# What to produce:
Copy out, from the entries below, each line that holds the string "msgcap".

# Records from a data collection:
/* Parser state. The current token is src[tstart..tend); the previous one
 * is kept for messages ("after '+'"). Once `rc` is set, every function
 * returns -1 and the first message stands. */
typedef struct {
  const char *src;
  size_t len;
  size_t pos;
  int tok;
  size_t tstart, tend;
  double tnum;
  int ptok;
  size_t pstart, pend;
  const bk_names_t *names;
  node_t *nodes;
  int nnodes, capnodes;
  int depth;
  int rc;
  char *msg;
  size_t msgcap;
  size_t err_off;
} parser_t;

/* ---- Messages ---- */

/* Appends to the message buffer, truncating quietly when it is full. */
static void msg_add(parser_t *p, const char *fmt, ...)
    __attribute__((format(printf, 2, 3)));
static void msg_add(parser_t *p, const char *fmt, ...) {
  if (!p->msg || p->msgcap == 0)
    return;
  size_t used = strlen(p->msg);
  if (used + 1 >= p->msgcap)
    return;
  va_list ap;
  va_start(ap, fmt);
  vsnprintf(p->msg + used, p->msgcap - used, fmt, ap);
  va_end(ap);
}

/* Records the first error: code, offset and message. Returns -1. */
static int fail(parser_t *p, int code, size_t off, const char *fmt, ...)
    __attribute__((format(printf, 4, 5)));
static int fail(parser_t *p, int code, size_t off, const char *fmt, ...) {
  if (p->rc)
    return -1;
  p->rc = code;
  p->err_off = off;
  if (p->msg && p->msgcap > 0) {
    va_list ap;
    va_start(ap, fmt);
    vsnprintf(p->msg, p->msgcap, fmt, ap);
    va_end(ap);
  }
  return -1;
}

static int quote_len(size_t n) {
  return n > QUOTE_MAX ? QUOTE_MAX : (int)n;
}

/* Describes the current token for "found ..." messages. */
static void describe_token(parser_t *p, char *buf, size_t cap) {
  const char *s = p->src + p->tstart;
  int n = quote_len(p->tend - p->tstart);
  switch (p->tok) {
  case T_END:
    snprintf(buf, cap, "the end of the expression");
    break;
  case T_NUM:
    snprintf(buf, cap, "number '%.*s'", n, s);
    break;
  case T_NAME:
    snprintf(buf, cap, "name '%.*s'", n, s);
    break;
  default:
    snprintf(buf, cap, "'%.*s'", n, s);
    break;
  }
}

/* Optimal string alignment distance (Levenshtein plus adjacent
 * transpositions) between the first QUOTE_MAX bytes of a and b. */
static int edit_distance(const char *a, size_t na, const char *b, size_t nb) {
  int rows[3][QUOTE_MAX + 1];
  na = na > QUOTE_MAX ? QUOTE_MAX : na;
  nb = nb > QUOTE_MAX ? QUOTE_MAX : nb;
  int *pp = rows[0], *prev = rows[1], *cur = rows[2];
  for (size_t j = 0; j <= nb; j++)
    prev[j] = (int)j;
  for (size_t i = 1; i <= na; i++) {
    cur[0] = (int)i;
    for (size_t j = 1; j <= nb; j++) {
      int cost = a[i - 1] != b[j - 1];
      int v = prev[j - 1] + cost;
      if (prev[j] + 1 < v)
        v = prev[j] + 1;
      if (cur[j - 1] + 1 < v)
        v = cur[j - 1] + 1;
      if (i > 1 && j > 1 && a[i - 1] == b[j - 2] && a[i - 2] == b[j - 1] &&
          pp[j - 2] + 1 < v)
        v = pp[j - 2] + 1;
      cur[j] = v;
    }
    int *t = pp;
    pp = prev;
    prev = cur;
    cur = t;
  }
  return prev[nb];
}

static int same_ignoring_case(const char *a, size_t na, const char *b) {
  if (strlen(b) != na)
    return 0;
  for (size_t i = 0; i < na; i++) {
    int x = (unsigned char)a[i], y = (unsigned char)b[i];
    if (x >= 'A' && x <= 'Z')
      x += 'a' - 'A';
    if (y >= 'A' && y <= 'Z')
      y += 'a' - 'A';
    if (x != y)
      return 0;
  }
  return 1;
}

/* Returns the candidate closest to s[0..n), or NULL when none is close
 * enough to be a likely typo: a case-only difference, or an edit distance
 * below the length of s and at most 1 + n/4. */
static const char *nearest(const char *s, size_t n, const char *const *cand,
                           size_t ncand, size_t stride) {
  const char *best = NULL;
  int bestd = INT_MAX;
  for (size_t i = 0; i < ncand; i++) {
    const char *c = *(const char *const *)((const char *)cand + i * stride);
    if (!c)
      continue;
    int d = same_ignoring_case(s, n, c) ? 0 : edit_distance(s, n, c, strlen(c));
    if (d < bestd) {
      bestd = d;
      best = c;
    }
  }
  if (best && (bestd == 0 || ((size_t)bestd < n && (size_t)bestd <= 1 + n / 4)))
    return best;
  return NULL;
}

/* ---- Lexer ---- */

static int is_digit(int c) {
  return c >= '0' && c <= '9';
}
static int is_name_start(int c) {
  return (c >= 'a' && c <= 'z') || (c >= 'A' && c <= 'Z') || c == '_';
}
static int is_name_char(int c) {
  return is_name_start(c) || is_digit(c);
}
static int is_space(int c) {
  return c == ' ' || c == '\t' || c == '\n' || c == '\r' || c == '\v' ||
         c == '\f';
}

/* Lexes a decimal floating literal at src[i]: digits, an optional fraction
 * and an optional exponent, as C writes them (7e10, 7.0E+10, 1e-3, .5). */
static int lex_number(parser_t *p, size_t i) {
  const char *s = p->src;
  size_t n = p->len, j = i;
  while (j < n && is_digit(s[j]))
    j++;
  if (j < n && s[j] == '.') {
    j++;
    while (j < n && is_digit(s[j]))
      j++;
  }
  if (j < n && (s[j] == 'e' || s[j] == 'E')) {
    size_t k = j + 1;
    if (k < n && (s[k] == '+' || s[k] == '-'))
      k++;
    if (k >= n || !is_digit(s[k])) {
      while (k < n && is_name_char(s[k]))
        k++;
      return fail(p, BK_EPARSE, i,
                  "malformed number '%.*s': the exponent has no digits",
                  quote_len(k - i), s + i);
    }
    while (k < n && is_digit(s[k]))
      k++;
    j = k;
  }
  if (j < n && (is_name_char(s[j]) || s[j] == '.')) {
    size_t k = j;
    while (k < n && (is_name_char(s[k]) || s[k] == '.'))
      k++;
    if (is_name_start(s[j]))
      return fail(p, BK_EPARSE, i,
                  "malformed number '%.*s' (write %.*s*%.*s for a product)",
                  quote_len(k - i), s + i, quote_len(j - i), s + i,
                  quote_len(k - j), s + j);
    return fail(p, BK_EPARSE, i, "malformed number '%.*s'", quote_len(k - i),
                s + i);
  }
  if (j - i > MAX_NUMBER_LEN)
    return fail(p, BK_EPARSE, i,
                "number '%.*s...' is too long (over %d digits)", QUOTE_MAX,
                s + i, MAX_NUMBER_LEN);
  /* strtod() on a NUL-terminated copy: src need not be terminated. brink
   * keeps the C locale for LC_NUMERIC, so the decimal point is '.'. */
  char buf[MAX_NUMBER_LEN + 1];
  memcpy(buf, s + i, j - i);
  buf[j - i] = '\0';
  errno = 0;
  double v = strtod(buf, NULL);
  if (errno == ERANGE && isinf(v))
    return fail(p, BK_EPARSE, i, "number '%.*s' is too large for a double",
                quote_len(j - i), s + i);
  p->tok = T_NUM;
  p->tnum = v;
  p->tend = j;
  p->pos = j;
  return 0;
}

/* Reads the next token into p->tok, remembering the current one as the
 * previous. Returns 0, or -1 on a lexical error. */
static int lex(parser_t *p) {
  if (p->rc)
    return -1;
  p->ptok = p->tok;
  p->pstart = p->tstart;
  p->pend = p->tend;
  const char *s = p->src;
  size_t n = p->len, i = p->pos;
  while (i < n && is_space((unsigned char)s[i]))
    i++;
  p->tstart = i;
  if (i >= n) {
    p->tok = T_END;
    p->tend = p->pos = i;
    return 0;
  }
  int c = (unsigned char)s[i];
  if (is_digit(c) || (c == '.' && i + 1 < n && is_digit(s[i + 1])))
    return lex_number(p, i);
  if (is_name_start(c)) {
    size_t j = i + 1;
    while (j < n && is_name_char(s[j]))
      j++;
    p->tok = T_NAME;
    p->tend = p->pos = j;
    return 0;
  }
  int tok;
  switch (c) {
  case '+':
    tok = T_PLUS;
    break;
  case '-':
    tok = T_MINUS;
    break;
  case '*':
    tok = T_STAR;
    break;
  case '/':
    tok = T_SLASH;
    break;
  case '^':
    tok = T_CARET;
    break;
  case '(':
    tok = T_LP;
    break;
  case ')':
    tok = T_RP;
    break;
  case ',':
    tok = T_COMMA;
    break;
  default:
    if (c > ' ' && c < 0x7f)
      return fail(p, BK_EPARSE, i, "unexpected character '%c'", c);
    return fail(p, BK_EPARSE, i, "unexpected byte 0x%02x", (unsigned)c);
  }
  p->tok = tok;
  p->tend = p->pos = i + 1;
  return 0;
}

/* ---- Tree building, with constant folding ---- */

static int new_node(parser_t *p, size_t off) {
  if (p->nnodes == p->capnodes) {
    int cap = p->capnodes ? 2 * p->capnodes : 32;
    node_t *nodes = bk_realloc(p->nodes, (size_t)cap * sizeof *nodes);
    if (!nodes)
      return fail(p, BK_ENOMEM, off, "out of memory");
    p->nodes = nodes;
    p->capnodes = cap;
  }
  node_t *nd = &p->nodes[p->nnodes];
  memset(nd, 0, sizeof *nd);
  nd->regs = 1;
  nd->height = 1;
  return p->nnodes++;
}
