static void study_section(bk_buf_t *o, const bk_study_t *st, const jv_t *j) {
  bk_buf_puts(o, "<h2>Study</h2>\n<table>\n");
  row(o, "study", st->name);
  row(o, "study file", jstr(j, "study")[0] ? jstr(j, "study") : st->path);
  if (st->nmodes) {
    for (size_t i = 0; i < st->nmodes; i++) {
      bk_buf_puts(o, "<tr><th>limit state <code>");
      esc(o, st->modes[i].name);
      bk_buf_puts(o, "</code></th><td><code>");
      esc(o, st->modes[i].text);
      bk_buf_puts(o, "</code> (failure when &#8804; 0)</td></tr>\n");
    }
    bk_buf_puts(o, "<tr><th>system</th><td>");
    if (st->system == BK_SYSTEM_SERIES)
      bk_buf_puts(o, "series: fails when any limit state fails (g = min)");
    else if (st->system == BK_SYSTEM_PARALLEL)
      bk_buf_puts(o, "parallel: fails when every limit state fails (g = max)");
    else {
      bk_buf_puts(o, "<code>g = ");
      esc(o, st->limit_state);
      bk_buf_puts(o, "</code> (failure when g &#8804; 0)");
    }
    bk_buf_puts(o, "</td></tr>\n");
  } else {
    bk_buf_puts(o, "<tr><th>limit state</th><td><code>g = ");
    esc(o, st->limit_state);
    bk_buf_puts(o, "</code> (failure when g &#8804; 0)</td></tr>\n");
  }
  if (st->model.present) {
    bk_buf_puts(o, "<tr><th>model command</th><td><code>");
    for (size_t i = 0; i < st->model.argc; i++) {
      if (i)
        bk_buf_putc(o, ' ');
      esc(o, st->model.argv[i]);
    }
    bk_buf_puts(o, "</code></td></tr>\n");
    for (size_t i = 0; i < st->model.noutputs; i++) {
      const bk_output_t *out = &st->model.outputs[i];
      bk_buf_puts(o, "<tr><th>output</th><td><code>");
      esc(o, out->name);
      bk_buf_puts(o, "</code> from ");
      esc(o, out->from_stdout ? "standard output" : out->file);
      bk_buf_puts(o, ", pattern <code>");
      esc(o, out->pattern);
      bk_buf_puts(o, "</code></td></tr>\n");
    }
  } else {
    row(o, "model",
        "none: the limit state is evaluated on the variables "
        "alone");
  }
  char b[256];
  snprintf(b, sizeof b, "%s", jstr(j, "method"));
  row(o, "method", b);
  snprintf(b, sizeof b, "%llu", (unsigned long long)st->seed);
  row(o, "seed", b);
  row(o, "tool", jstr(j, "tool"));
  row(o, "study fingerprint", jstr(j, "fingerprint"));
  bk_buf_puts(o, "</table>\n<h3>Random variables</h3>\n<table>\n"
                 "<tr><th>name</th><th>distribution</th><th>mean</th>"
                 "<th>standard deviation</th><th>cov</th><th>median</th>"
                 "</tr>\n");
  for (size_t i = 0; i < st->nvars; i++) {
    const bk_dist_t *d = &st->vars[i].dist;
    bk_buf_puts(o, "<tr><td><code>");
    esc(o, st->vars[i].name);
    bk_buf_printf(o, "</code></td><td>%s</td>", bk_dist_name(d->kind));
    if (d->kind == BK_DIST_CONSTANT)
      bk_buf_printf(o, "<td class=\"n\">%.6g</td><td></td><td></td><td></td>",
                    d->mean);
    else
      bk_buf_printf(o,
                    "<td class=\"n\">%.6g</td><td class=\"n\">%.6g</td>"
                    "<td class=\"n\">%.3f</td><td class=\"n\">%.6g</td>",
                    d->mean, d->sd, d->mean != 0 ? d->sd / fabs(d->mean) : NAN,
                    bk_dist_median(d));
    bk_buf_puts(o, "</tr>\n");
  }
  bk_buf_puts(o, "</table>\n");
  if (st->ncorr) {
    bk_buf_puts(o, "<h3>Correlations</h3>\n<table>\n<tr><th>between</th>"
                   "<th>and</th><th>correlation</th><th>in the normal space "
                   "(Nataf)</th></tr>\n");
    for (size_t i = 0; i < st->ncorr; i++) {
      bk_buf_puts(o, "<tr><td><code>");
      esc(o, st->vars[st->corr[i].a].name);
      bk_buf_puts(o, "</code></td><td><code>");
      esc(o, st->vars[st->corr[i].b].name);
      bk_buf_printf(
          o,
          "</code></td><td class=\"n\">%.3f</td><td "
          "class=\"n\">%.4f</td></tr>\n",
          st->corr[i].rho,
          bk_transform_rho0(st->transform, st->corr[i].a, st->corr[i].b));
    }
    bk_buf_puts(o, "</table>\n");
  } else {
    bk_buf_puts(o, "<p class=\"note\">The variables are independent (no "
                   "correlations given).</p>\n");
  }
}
* * *
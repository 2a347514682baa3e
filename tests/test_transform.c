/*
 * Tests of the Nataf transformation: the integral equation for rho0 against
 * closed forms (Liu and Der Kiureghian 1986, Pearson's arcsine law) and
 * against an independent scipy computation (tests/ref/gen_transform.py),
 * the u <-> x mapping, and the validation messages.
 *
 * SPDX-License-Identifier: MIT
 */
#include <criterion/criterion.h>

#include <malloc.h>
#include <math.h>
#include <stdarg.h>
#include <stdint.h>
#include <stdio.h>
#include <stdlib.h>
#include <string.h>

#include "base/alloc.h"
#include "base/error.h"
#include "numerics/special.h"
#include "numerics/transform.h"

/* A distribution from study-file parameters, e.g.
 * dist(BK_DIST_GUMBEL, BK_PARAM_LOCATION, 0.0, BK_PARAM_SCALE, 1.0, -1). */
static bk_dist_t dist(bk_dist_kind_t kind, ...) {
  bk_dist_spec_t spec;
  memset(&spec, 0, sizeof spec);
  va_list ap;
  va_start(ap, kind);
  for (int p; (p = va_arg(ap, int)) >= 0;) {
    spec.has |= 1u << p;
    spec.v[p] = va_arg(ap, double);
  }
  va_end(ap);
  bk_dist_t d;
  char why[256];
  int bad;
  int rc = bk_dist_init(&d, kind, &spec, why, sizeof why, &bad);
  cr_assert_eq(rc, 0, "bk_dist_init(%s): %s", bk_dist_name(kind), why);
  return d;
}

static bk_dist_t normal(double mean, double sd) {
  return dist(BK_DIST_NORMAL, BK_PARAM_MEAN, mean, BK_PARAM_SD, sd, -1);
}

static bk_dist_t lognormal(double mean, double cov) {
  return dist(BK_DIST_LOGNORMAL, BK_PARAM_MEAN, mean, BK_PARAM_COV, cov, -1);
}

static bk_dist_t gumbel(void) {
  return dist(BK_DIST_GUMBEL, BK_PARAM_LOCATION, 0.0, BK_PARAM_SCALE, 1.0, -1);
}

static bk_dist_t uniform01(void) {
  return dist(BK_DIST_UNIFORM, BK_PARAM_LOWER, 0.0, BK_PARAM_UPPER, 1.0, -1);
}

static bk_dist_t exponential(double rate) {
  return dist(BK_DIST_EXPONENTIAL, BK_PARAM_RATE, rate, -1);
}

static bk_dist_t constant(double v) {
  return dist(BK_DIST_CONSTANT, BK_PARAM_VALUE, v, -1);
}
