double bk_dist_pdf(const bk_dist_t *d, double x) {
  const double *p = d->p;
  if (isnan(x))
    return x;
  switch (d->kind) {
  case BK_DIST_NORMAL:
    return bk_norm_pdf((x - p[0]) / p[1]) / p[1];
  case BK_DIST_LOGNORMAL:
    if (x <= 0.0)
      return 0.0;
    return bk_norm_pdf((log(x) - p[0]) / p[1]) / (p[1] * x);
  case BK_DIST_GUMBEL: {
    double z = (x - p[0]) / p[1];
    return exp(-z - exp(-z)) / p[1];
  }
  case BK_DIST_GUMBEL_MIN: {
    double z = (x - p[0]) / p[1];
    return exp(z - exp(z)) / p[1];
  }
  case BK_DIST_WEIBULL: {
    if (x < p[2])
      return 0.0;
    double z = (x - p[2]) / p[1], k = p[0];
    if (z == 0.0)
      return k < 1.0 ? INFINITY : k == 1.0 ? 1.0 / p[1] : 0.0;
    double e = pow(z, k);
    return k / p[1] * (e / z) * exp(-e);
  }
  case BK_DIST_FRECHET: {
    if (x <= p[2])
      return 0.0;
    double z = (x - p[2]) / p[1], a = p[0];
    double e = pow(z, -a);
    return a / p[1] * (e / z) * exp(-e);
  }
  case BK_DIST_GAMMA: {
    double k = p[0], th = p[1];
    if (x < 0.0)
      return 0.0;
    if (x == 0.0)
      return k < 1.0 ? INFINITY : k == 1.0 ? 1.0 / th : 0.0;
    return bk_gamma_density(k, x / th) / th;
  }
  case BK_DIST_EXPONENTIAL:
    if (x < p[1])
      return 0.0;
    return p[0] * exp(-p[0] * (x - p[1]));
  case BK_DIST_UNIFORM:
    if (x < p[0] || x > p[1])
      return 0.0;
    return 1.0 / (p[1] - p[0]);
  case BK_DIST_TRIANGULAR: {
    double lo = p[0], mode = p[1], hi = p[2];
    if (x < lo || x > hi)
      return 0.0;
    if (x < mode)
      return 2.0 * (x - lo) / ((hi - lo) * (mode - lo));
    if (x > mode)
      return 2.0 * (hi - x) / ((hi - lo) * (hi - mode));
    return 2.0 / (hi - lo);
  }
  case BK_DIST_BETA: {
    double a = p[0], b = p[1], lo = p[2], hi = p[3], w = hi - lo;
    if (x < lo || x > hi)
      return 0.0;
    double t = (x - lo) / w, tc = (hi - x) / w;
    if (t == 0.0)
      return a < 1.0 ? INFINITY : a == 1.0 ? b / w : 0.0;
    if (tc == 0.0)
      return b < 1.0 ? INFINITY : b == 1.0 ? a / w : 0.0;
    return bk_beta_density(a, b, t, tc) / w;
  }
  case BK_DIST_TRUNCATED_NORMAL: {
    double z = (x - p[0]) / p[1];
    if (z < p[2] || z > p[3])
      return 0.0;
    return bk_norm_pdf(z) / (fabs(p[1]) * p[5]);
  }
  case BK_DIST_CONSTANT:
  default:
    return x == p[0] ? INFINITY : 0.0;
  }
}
...
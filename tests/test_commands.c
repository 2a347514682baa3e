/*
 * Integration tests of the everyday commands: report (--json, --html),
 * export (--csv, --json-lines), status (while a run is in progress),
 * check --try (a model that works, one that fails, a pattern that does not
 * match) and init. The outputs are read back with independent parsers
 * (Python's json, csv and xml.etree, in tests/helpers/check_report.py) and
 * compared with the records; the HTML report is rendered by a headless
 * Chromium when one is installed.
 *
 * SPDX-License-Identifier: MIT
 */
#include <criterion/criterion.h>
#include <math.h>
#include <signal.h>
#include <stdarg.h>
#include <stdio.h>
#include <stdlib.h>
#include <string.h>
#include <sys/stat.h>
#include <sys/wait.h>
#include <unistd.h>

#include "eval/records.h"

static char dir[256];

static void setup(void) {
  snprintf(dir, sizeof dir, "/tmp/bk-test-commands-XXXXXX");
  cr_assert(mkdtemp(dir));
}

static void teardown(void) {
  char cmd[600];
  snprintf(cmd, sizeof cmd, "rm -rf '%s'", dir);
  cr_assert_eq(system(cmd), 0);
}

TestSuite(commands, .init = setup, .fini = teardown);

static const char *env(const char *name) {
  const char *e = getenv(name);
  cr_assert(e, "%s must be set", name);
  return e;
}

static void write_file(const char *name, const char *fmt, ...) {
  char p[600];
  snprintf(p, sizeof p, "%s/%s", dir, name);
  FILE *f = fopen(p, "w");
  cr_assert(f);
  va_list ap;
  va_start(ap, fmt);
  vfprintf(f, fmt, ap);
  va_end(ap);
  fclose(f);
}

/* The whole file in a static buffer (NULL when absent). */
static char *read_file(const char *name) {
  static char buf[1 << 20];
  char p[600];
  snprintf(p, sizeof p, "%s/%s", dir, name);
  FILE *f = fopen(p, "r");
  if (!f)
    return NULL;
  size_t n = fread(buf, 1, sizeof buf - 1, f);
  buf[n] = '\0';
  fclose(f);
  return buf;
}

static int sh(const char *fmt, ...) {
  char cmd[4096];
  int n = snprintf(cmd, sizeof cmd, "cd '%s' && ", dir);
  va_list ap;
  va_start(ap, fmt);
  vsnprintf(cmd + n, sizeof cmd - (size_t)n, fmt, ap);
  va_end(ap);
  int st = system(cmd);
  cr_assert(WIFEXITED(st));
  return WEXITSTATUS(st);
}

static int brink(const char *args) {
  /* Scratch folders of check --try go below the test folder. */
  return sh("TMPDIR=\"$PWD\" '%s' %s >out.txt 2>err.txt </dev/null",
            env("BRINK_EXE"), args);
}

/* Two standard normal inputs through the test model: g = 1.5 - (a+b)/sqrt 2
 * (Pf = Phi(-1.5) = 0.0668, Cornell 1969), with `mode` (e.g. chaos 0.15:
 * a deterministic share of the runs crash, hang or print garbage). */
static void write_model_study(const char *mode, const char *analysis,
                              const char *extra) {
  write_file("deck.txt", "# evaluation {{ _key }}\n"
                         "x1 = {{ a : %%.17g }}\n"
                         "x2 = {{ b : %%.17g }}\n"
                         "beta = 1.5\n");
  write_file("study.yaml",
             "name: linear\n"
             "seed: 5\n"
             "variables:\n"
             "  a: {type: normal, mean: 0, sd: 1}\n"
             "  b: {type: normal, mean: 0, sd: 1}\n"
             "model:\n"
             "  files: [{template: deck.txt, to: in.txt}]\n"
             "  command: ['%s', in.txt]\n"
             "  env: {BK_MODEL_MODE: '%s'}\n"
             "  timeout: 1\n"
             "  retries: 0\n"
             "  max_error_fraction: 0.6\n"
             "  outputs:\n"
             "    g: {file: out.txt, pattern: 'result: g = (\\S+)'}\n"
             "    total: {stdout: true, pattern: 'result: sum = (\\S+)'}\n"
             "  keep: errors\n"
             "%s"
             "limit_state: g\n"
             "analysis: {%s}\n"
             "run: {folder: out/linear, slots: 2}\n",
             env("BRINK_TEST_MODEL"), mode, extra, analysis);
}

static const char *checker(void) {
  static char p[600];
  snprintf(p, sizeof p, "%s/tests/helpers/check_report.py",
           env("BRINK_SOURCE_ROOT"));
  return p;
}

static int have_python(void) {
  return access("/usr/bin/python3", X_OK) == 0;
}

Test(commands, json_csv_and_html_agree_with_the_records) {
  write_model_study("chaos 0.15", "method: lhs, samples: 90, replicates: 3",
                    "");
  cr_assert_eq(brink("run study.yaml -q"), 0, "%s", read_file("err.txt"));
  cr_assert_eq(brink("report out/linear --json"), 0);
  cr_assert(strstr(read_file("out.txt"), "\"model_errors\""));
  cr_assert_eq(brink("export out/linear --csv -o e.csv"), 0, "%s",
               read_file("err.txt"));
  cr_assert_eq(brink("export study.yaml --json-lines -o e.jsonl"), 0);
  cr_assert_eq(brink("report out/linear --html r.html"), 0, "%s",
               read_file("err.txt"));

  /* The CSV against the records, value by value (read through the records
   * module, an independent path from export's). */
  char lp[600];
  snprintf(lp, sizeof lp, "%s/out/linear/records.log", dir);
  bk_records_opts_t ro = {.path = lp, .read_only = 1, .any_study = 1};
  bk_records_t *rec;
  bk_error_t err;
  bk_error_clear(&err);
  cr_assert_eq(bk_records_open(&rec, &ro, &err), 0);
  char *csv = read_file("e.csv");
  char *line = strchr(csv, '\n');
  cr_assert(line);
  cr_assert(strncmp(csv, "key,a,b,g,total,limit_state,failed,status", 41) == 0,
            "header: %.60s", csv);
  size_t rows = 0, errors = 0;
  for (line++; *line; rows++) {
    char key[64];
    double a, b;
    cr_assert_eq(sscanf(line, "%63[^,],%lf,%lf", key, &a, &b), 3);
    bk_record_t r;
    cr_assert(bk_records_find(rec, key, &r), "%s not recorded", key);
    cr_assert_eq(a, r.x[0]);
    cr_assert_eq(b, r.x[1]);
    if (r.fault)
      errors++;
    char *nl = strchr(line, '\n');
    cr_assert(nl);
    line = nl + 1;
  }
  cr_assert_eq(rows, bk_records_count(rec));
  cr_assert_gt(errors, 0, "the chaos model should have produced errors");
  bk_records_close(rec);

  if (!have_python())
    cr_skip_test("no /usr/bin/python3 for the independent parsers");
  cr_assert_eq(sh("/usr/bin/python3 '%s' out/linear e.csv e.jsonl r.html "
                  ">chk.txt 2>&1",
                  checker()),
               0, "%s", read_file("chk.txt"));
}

# Answer to the problem:
  size_t msgcap;
  if (!p->msg || p->msgcap == 0)
  if (used + 1 >= p->msgcap)
  vsnprintf(p->msg + used, p->msgcap - used, fmt, ap);
  if (p->msg && p->msgcap > 0) {
    vsnprintf(p->msg, p->msgcap, fmt, ap);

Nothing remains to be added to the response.